# I got an S3



## H8rade (Feb 5, 2006)

Hey, I got the Audi S3 from Audi of Raliegh last night. It's a birthday present to myself. I love the car. I've been driving mostly Evos for the past 10 years. I also have had a 2006 M5 (funtastic, but expensive to maintain) and a 2009 GT-R (sold last year to buy a house). This car is a perfect compromise. I can now sell my 05 Evo and 04 Prius.

Has anyone had issues with the microphone while talking on the phone hands free? It seems that unless my head is cocked to the right doesn't pick up my voice very well. My only other gripe is no homelink, but I clipped my garage door opener to the inside of my door pocket and that seems to work.


----------



## jrwamp (Mar 25, 2011)

H8rade said:


> Hey, I got the Audi S3 from Audi of Raliegh last night. It's a birthday present to myself. I love the car. I've been driving mostly Evos for the past 10 years. I also have had a 2006 M5 (funtastic, but expensive to maintain) and a 2009 GT-R (sold last year to buy a house). This car is a perfect compromise. I can now sell my 05 Evo and 04 Prius.
> 
> Has anyone had issues with the microphone while talking on the phone hands free? It seems that unless my head is cocked to the right doesn't pick up my voice very well. My only other gripe is no homelink, but I clipped my garage door opener to the inside of my door pocket and that seems to work.
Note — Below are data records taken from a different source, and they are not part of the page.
#[test]
fn ieee519_ranges_and_even_harmonics_at_25_pct() {
    // Ranges: 3 <= h < 11, 11 <= h < 17, 17 <= h < 23, 23 <= h < 35, 35 <= h <= 50.
    for (h, r) in [
        (2, 0),
        (3, 0),
        (10, 0),
        (11, 1),
        (16, 1),
        (17, 2),
        (22, 2),
        (23, 3),
        (34, 3),
        (35, 4),
        (50, 4),
    ] {
        assert_eq!(ieee519_range(h), r, "h{h}");
    }
    // Row 20 <= Isc/IL < 50 of Table 2: odd 7, 3.5, 2.5, 1.0, 0.5.
    let r = ieee519_row(&IEEE519_TABLE2, 30.0);
    assert_eq!(ieee519_limit(r, 5, None), 7.0);
    assert_eq!(ieee519_limit(r, 2, None), 1.75); // 25 % of 7
    assert_eq!(ieee519_limit(r, 10, None), 1.75);
    assert_eq!(ieee519_limit(r, 12, None), 0.875); // 25 % of 3.5
    assert_eq!(ieee519_limit(r, 22, None), 0.625); // 25 % of 2.5
    assert_eq!(ieee519_limit(r, 24, None), 0.25); // 25 % of 1.0
    assert_eq!(ieee519_limit(r, 50, None), 0.125); // 25 % of 0.5
}
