//! Sweeps start each point from the previous solved one (`sim::WarmStart`).
//! That is a speed-up only: the periodic steady state is unique for these
//! circuits, so a warm-started point must give the figures of the same point
//! solved cold (`sweep::point`), whose engine is checked against closed forms
//! and ngspice elsewhere (`tests/engine_*.rs`, `tests/ngspice/`).  Checked
//! here: warm and cold agree point by point on every summary figure; the warm
//! start really is used (fewer periods marched); a warm start that does not
//! fit the circuit, or a poor one, still gives the cold answer.
//!
//! Tolerances.  Without a constant-power load both solve the same linear
//! model to the Newton tolerance (1e-10 of each state's scale): 1e-6 relative
//! is generous.  With one, the load's slope is linearised about the previous
//! point's bus mean instead of the cold guess, a model difference bounded by
//! the rebuild rule (`sim::cpl_rebuild`: the load current within 2e-4 of its
//! mean); measured on the drive sweep below at most 8e-5 relative (the
//! overlap angle) and 5e-5 (ripple), so 1e-3 relative bounds it, with 1e-5
//! for the DC mean and line RMS, which the slope hardly moves (measured 2e-7
//! and 1.2e-6).

use rectifield::params::derive;
use rectifield::scenario::{from_json, Scenario};
use rectifield::sim::{simulate, simulate_from};
use rectifield::sweep::{point, sweep, with_value, SweepSpec, SUMMARY_FIELDS};

fn scenario(name: &str) -> Scenario {
    let p = format!(
        "{}/tests/ngspice/scenarios/{name}.json",
        env!("CARGO_MANIFEST_DIR")
    );
    from_json(&std::fs::read_to_string(&p).expect("read scenario")).expect("parse scenario")
}

/// Every summary figure of a warm sweep against the same points solved cold.
/// `tol(field)` is the relative tolerance of a field, taken against the
/// larger of the figure and `floor` of its largest value in the sweep.
fn warm_matches_cold(
    s: &Scenario,
    path: &str,
    from: f64,
    to: f64,
    n: usize,
    tol: &dyn Fn(&str) -> f64,
) {
    let spec = SweepSpec {
        path: path.into(),
        from,
        to,
        points: n,
    };
    let warm = sweep(s, &spec).expect("sweep");
    assert_eq!(warm.len(), n);
    let cold: Vec<_> = rectifield::sweep::xs(&spec)
        .into_iter()
        .map(|x| point(s, path, x))
        .collect();
    let mut scale = [0.0f64; 19];
    for p in &cold {
        let c = p
            .summary
            .as_ref()
            .unwrap_or_else(|| panic!("cold point {} failed: {:?}", p.x, p.error));
        for (m, v) in scale.iter_mut().zip(c.values()) {
            *m = m.max(v.abs());
        }
    }
    for (w, c) in warm.iter().zip(&cold) {
        assert_eq!(w.x, c.x);
        let (ws, cs) = (
            w.summary
                .as_ref()
                .unwrap_or_else(|| panic!("warm point {} failed: {:?}", w.x, w.error)),
            c.summary.as_ref().unwrap(),
        );
        for (k, (a, b)) in ws.values().iter().zip(cs.values()).enumerate() {
            let field = SUMMARY_FIELDS[k];
            let den = b.abs().max(1e-3 * scale[k]).max(1e-12);
            let rel = (a - b).abs() / den;
            assert!(
                rel <= tol(field),
                "{path} = {}: {field} warm {a} cold {b} (relative {rel:.2e} > {:.0e})",
                w.x,
                tol(field)
            );
        }
    }
}

#[test]
fn warm_sweep_of_a_thyristor_firing_angle_matches_cold_points() {
    warm_matches_cold(
        &scenario("thyristor_a20"),
        "bridge.alpha_deg",
        10.0,
        60.0,
        11,
        &|_| 1e-6,
    );
}

#[test]
fn warm_sweep_of_a_capacitor_bus_matches_cold_points() {
    // Resistor-loaded capacitor bus (no constant-power load), bus capacitance varied.
    let mut s = scenario("drive_plain_full");
    s.dc.load = rectifield::scenario::DcLoad::Resistor { r_ohm: 3.5 };
    warm_matches_cold(&s, "dc.cap_f", 1e-3, 6e-3, 9, &|_| 1e-6);
}

#[test]
fn warm_sweep_of_a_drive_load_matches_cold_points() {
    let tol = |f: &str| match f {
        "v_dc_avg_v"
        | "i_line_rms_a"
        | "i_line_fundamental_a"
        | "p_in_w"
        | "p_dc_w"
        | "i_dc_avg_a" => 1e-5,
        _ => 1e-3,
    };
    warm_matches_cold(
        &scenario("drive_reactor_full"),
        "dc.load.p_w",
        7500.0,
        75000.0,
        25,
        &tol,
    );
}

#[test]
fn a_warm_start_marches_fewer_periods_and_gives_the_same_solution() {
    let s = scenario("drive_reactor_full");
    let s1 = with_value(&s, "dc.load.p_w", 60000.0).unwrap();
    let s2 = with_value(&s, "dc.load.p_w", 61000.0).unwrap();
    let (d1, d2) = (derive(&s1).unwrap(), derive(&s2).unwrap());
    let r1 = simulate(&s1, &d1).unwrap();
    let warm = r1
        .warm_start
        .clone()
        .expect("a solved point leaves a warm start");
    let cold = simulate(&s2, &d2).unwrap();
    let hot = simulate_from(&s2, &d2, Some(&warm)).unwrap();
    assert!(
        hot.periods_marched < cold.periods_marched,
        "warm {} periods, cold {}",
        hot.periods_marched,
        cold.periods_marched
    );
    let (a, b) = (&hot.signals[hot.roles.v_dc], &cold.signals[cold.roles.v_dc]);
    assert!(
        (a.mean - b.mean).abs() <= 1e-5 * b.mean,
        "{} vs {}",
        a.mean,
        b.mean
    );
}

#[test]
fn a_warm_start_from_another_circuit_or_a_poor_one_gives_the_cold_answer() {
    let s = scenario("thyristor_a20");
    let d = derive(&s).unwrap();
    let cold = simulate(&s, &d).unwrap();
    let mean = |r: &rectifield::sim::SimResult| r.signals[r.roles.v_dc].mean;
    let rms = |r: &rectifield::sim::SimResult| r.signals[r.roles.line_i[0]].rms;
    // Another netlist (a capacitor-bus drive): its warm start does not fit and is ignored.
    let other = scenario("drive_reactor_full");
    let ro = simulate(&other, &derive(&other).unwrap()).unwrap();
    let from_other = simulate_from(&s, &d, ro.warm_start.as_ref()).unwrap();
    assert_eq!(mean(&from_other), mean(&cold));
    assert_eq!(from_other.periods_marched, cold.periods_marched);
    // A poor start (this circuit's solution, every state times 3 and shifted
    // half a period's worth of sign): Newton still finds the one solution.
    let mut poor = cold.warm_start.clone().unwrap();
    for x in poor.x0.iter_mut() {
        *x = -3.0 * *x + 1.0;
    }
    let r = simulate_from(&s, &d, Some(&poor)).unwrap();
    assert!(
        (mean(&r) - mean(&cold)).abs() <= 1e-6 * mean(&cold).abs(),
        "{} vs {}",
        mean(&r),
        mean(&cold)
    );
    assert!(
        (rms(&r) - rms(&cold)).abs() <= 1e-6 * rms(&cold),
        "{} vs {}",
        rms(&r),
        rms(&cold)
    );
}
Congrats! I'm still waiting for my car to be loaded on the ship in Emden, Germany, so I'll be no help troubleshooting anything for another month or so. :laugh:


----------



## the_runner213 (Apr 25, 2012)

H8rade said:


> Hey, I got the Audi S3 from Audi of Raliegh last night. It's a birthday present to myself. I love the car. I've been driving mostly Evos for the past 10 years. I also have had a 2006 M5 (funtastic, but expensive to maintain) and a 2009 GT-R (sold last year to buy a house). This car is a perfect compromise. I can now sell my 05 Evo and 04 Prius.
> 
> Has anyone had issues with the microphone while talking on the phone hands free? It seems that unless my head is cocked to the right doesn't pick up my voice very well. My only other gripe is no homelink, but I clipped my garage door opener to the inside of my door pocket and that seems to work.



Just curious, how does the S3 compare to your 2009 GT-R? I know it isn't as fast, but how big is the difference? What about handling?


----------



## nicoli35 (Jun 30, 2014)

congrats!!! The car is an amazingly good compromise between comfort, quality and performance, that few automakers ever attain. Audi does this consistently, it's impressive. I've owned a new A5 and S5 before our MQB A3, and this one is by far my favorite. Love that S3!!!


----------



## 4ringGokart (Aug 24, 2014)

Are those lower air ducts functional in the front? or are they blocked off? i been wondering...


----------



## jbradle7 (Sep 8, 2009)

Very nice car, congrats!


----------



## Chimera (Jul 6, 2002)

Any more pics of the car? Silver was going to be my choice but was hoping for Ice which has been replaced by Florett.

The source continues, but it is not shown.